Collected data entries:
──────────

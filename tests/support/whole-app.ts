/**
 * The whole app as `npm start` runs it, thrown away afterwards: the client built by Vite for
 * production and served by Express, a fresh database with the demo seed, the mail catcher and the
 * S3 fake. The browser tests' global setup and the browser bench (`scripts/bench-browser.ts`) use it.
 */
import path from 'node:path';
import { build } from 'vite';
import { startTestStack, ROOT, type TestStack } from './stack';
import { loadConfig } from '../../server/config';
import { startServer, type RunningServer } from '../../server/index';
import { createDb } from '../../server/db/knex';
import { seedDemo } from '../../seeds/seed-demo';
import { freePort } from './free-port';

export interface WholeApp {
  stack: TestStack;
  server: RunningServer;
  stop: () => Promise<void>;
}

/** `minify: false` keeps the client's function names (for reading a profile). */
export async function startWholeApp(name: string, { minify = true }: { minify?: boolean } = {}): Promise<WholeApp> {
  const stack = await startTestStack(name);
  // Each run builds into its own folder, so parallel runs never overwrite each other's client.
  const clientDir = path.join(stack.workDir, 'client');
  // Build exactly what ships: vitest sets NODE_ENV=test, which would otherwise bundle React's
  // development build into the client under test.
  const nodeEnv = process.env.NODE_ENV;
  process.env.NODE_ENV = 'production';
  try {
    await build({ configFile: path.join(ROOT, 'vite.config.ts'), logLevel: 'error', mode: 'production', build: { outDir: clientDir, emptyOutDir: true, minify } });
  } finally {
    process.env.NODE_ENV = nodeEnv;
  }
  const port = await freePort();
  const config = loadConfig({ ...stack.env, PORT: String(port), PUBLIC_URL: `http://localhost:${port}` });
  const db = createDb(config.DATABASE_URL);
  await seedDemo(db, { bcryptCost: config.BCRYPT_COST });
  const server = await startServer(config, { db, clientDir });
  return {
    stack,
    server,
    stop: async () => {
      await server.close();
      await stack.stop();
    },
  };
}
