import 'vitest';

declare module 'vitest' {
  export interface ProvidedContext {
    /** Environment for a test app: DATABASE_URL, SMTP_URL, S3_ENDPOINT and friends. */
    testEnv: Record<string, string>;
    /** Base URL of the full app started for browser tests. */
    baseUrl: string;
  }
}
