/**
 * The usual start of an API test file: the app, a firm with one member per role, a second firm,
 * and access tokens for them (made directly, without the sign-in route's rate limits).
 */
import { startTestApp, type TestApp } from './app';
import { createOrgWithMembers, type TestOrg } from './auth';
import { tokenFor } from './surveys';

export interface TwoFirms {
  t: TestApp;
  org: TestOrg;
  other: TestOrg;
  tok: { admin: string; engineer: string; surveyor: string; otherAdmin: string; otherEngineer: string };
}

export async function startWithTwoFirms(): Promise<TwoFirms> {
  const t = await startTestApp();
  const org = await createOrgWithMembers(t.db);
  const other = await createOrgWithMembers(t.db);
  const secret = t.config.JWT_SECRET;
  const tok = {
    admin: await tokenFor(secret, org.members.admin),
    engineer: await tokenFor(secret, org.members.engineer),
    surveyor: await tokenFor(secret, org.members.surveyor),
    otherAdmin: await tokenFor(secret, other.admin),
    otherEngineer: await tokenFor(secret, other.engineer),
  };
  return { t, org, other, tok };
}
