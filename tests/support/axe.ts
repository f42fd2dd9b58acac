/** axe-core in the browser tests: WCAG 2.x A/AA rules, and no violation of serious or critical impact. */
import fs from 'node:fs';
import path from 'node:path';
import type { Page } from 'playwright-core';
import { ROOT } from './stack';

const AXE = path.join(ROOT, 'node_modules', 'axe-core', 'axe.min.js');

interface AxeViolation {
  id: string;
  impact: string | null;
  help: string;
  nodes: { target: unknown[]; failureSummary?: string }[];
}

/** Runs axe on the page as it is now and returns the serious and critical violations, in words. */
export async function seriousA11yViolations(page: Page): Promise<string[]> {
  // The app's Content-Security-Policy refuses an injected <script> (page.addScriptTag); evaluating the
  // source through the DevTools protocol is not subject to it and leaves the policy as users get it.
  if (!(await page.evaluate(() => 'axe' in window))) await page.evaluate(fs.readFileSync(AXE, 'utf8'));
  const violations = await page.evaluate(async () => {
    const axe = (window as unknown as { axe: { run: (ctx: Document, opts: unknown) => Promise<{ violations: AxeViolation[] }> } }).axe;
    const res = await axe.run(document, { runOnly: { type: 'tag', values: ['wcag2a', 'wcag2aa', 'wcag21a', 'wcag21aa'] } });
    return res.violations.map((v) => ({ id: v.id, impact: v.impact, help: v.help, nodes: v.nodes.slice(0, 3).map((n) => ({ target: n.target, failureSummary: n.failureSummary })) }));
  });
  return violations
    .filter((v) => v.impact === 'serious' || v.impact === 'critical')
    .map((v) => `${v.id} (${v.impact}): ${v.help} at ${v.nodes.map((n) => JSON.stringify(n.target)).join(', ')}`);
}
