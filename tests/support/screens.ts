/**
 * Every screen of the app, opened as its user reaches it, at one width after another: the walk the
 * accessibility test (tests/e2e/screens.test.ts) runs axe on, and which saves a screenshot of each
 * screen to look at. One browser; one context per person, signed in once, resized between widths.
 */
import { randomUUID } from 'node:crypto';
import type { Browser, BrowserContext, Page } from 'playwright-core';
import { readCaughtMail } from '../../scripts/lib/mail-catcher';
import { demoSurvey, DEMO_SUBMITTED_SURVEY_ID } from '../../seeds/demo-survey';
import { screenshotPath } from './browser';
import { DEMO, signIn } from './e2e';

export interface Person {
  email: string;
  password: string;
}

/** What the walk needs from its caller: where the app is, where caught mail lands, a brief link. */
export interface WalkSetup {
  baseUrl: string;
  mailDir: string;
  /** A master's brief link (`/brief/<token>`), made as the desk makes one. */
  briefUrl: string;
}

/** Called on every screen once it has settled, with a name like `desk-results-390`. */
export type OnScreen = (page: Page, name: string) => Promise<void>;

async function waitForMail(dir: string, to: string, subject: string): Promise<string> {
  const deadline = Date.now() + 15_000;
  for (;;) {
    const mail = readCaughtMail(dir).find((m) => m.to.some((t) => t.toLowerCase() === to.toLowerCase()) && m.subject.includes(subject));
    const link = mail && /(https?:\/\/\S+?#[A-Za-z0-9_-]{43})/.exec(mail.text)?.[1];
    if (link) return link;
    if (Date.now() > deadline) throw new Error(`no "${subject}" e-mail to ${to} arrived`);
    await new Promise((r) => setTimeout(r, 150));
  }
}

/**
 * Taps the drawn model at points of a grid, from the middle out, until a label names what was
 * tapped; returns the label's text. Throws when no tap lands on anything.
 */
export async function tapModelUntilLabelled(page: Page): Promise<string> {
  const canvas = page.getByTestId('model-canvas').locator('canvas');
  const box = await canvas.boundingBox();
  if (!box) throw new Error('no 3D canvas on the page');
  const spots = [0.5, 0.4, 0.6, 0.3, 0.7].flatMap((fy) => [0.5, 0.4, 0.6, 0.3, 0.7, 0.2, 0.8].map((fx) => [fx, fy] as const));
  for (const [fx, fy] of spots) {
    await canvas.click({ position: { x: box.width * fx, y: box.height * fy } });
    const label = page.getByTestId('model-label');
    if (await label.waitFor({ timeout: 1_000 }).then(() => true, () => false)) return (await label.textContent()) ?? '';
  }
  throw new Error('no tap on the model named a space or a plate');
}

/** Screens of one person: each a name and how to open it (on a page already at the right width). */
type Opener = (page: Page) => Promise<void>;

/** Clicks through every tab of a strip, naming each screen by the tab's text. */
async function eachTab(page: Page, strip: string, prefix: string, width: number, onScreen: OnScreen, settle: (page: Page) => Promise<void>): Promise<string[]> {
  const tabs = page.getByRole('navigation', { name: strip }).getByRole('button').or(page.getByRole('tablist', { name: strip }).getByRole('tab'));
  const labels = (await tabs.allTextContents()).map((t) => t.trim());
  for (const label of labels) {
    await tabs.filter({ hasText: label }).first().click();
    await settle(page);
    await onScreen(page, `${prefix}-${label.toLowerCase().replace(/[^a-z0-9]+/g, '-')}-${width}`);
  }
  return labels;
}

/**
 * Opens every screen at each width and calls `onScreen` on it. Returns the names walked, so a
 * test can check the walk reached what it meant to.
 */
export async function walkEveryScreen(browser: Browser, setup: WalkSetup, widths: readonly number[], onScreen: OnScreen): Promise<string[]> {
  const { baseUrl } = setup;
  const walked: string[] = [];
  const visit: OnScreen = async (page, name) => {
    walked.push(name);
    await page.screenshot({ path: screenshotPath(`screen-${name}`), fullPage: true });
    await onScreen(page, name);
  };
  const contexts: BrowserContext[] = [];
  const open = async (who?: Person, next?: string) => {
    const context = await browser.newContext({ viewport: { width: widths[0], height: 900 } });
    contexts.push(context);
    const page = await context.newPage();
    if (who) await signIn(page, who, next, baseUrl);
    return page;
  };
  try {
    const [anon, surveyor, engineer, admin] = [await open(), await open(DEMO.surveyor), await open(DEMO.engineer), await open(DEMO.admin)];

    // links that arrive by e-mail, asked for once through the screens that send them
    const invitee = `deckhand-${randomUUID().slice(0, 8)}@skerrow.example`;
    await admin.goto(`${baseUrl}/members`);
    await admin.getByRole('form', { name: 'Invite a member' }).getByLabel('E-mail').fill(invitee);
    await admin.getByRole('button', { name: 'Send invitation', exact: true }).click();
    const invitationUrl = await waitForMail(setup.mailDir, invitee, '');
    await anon.goto(`${baseUrl}/forgot-password`);
    await anon.getByLabel('E-mail').fill(DEMO.surveyor.email);
    await anon.getByRole('button', { name: 'Send me a link' }).click();
    await anon.getByRole('status').or(anon.getByRole('alert')).first().waitFor();
    const resetUrl = await waitForMail(setup.mailDir, DEMO.surveyor.email, 'password');

    const surveyId = demoSurvey().id;
    const heading = (page: Page) => page.getByRole('heading', { level: 1 }).first().waitFor({ timeout: 30_000 });
    const anonScreens: [string, Opener][] = [
      ['landing', async (p) => (await p.goto(`${baseUrl}/`), heading(p))],
      ['sign-in', async (p) => (await p.goto(`${baseUrl}/sign-in`), heading(p))],
      ['forgot-password', async (p) => (await p.goto(`${baseUrl}/forgot-password`), heading(p))],
      ['reset-password', async (p) => (await p.goto(resetUrl), p.getByLabel('New password', { exact: false }).first().waitFor())],
      ['accept-invitation', async (p) => (await p.goto(invitationUrl), p.getByText('Join ').first().waitFor())],
      ['not-found', async (p) => (await p.goto(`${baseUrl}/no-such-page`), heading(p))],
      ['brief', async (p) => (await p.goto(setup.briefUrl), heading(p))],
    ];
    // the 3D view loads its own chunk and draws: wait for the drawn scene or the plain message
    const settleModel = async (p: Page) => {
      if ((await p.getByText('Loading the 3D model…').count()) === 0 && (await p.getByTestId('model-canvas').count()) === 0) return;
      await p.locator('[data-testid="model-canvas"][data-drawn="true"]').or(p.getByTestId('model-fallback')).first().waitFor({ timeout: 60_000 });
      await p.waitForTimeout(300);
    };
    const settleWorkspace = async (p: Page) => {
      await p.getByTestId('workspace').waitFor({ timeout: 30_000 });
      await settleModel(p);
      // the flooding forecast arrives from its worker after the section opens: settled once it is shown
      await p.getByText('Working out the forecast…').waitFor({ state: 'detached', timeout: 60_000 });
      await p.waitForTimeout(300);
    };
    const settleDesk = async (p: Page) => {
      await p.getByTestId('review-desk').waitFor({ timeout: 30_000 });
      await p.waitForTimeout(300);
      await settleModel(p);
    };

    for (const width of widths) {
      for (const page of [anon, surveyor, engineer, admin]) await page.setViewportSize({ width, height: 900 });
      for (const [name, go] of anonScreens) {
        await go(anon);
        await visit(anon, `${name}-${width}`);
      }
      // a refused sign-in, its message tied to the field (an address nobody has, so no account is slowed)
      await anon.goto(`${baseUrl}/sign-in`);
      await anon.getByLabel('E-mail').fill('nobody@skerrow.example');
      await anon.getByLabel('Password').fill('not-the-password-1');
      await anon.getByRole('button', { name: 'Sign in' }).click();
      await anon.getByRole('alert').first().waitFor();
      await visit(anon, `sign-in-refused-${width}`);

      await surveyor.goto(`${baseUrl}/surveys`);
      await surveyor.getByRole('link', { name: new RegExp(demoSurvey().vessel.name) }).first().waitFor({ timeout: 30_000 });
      await visit(surveyor, `survey-list-${width}`);
      await surveyor.goto(`${baseUrl}/surveys/${surveyId}`);
      await settleWorkspace(surveyor);
      const sections = await eachTab(surveyor, 'Workspace sections', 'workspace', width, visit, settleWorkspace);
      if (sections.length < 8) throw new Error(`the workspace shows only ${sections.join(', ')}`);
      // an item open in each list: a space's form, a plate's form, a plate's loads in detail
      const demo = demoSurvey();
      for (const [name, query] of [
        ['workspace-space-form', `s=spaces&item=${demo.compartments[0].id}`],
        ['workspace-plate-form', `s=plates&item=${demo.boundaries[0].id}`],
        ['workspace-loads-detail', `s=loads&item=${demo.boundaries[0].id}`],
      ] as const) {
        await surveyor.goto(`${baseUrl}/surveys/${surveyId}?${query}`);
        await settleWorkspace(surveyor);
        await visit(surveyor, `${name}-${width}`);
      }
      // the model with a tapped space or plate named beside it
      await surveyor.goto(`${baseUrl}/surveys/${surveyId}?s=model`);
      await settleWorkspace(surveyor);
      await tapModelUntilLabelled(surveyor);
      await visit(surveyor, `workspace-3d-label-${width}`);
      // the calculation report, opened as the surveyor opens it (a new tab)
      await surveyor.goto(`${baseUrl}/surveys/${surveyId}`);
      await settleWorkspace(surveyor);
      const [report] = await Promise.all([surveyor.context().waitForEvent('page'), surveyor.getByTestId('report-button').first().click()]);
      await report.setViewportSize({ width, height: 900 });
      await report.waitForURL(/^blob:/, { timeout: 30_000 });
      await report.getByRole('heading', { level: 1 }).first().waitFor();
      await visit(report, `report-${width}`);
      await report.close();

      await engineer.goto(`${baseUrl}/review`);
      await heading(engineer);
      await engineer.getByRole('link').filter({ hasText: /./ }).first().waitFor();
      await visit(engineer, `review-queue-${width}`);
      await engineer.goto(`${baseUrl}/review/${DEMO_SUBMITTED_SURVEY_ID}`);
      await settleDesk(engineer);
      await engineer.getByTestId('boundary-row').first().click();
      await engineer.getByTestId('boundary-detail').waitFor();
      await eachTab(engineer, 'Survey views', 'desk', width, visit, settleDesk);

      await admin.goto(`${baseUrl}/members`);
      await admin.getByText(invitee).first().waitFor({ state: 'attached', timeout: 30_000 });
      await visit(admin, `members-${width}`);
      await admin.goto(`${baseUrl}/dev/mail`);
      await heading(admin);
      await admin.getByText(invitee).first().waitFor({ state: 'attached', timeout: 30_000 });
      await visit(admin, `dev-mail-${width}`);
    }
  } finally {
    for (const c of contexts) await c.close();
  }
  return walked;
}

──────────

ACTION ITEM –
When a line among the entries above contains "readCaughtMail", copy it.

RESULT BELOW –
import { readCaughtMail } from '../../scripts/lib/mail-catcher';
    const mail = readCaughtMail(dir).find((m) => m.to.some((t) => t.toLowerCase() === to.toLowerCase()) && m.subject.includes(subject));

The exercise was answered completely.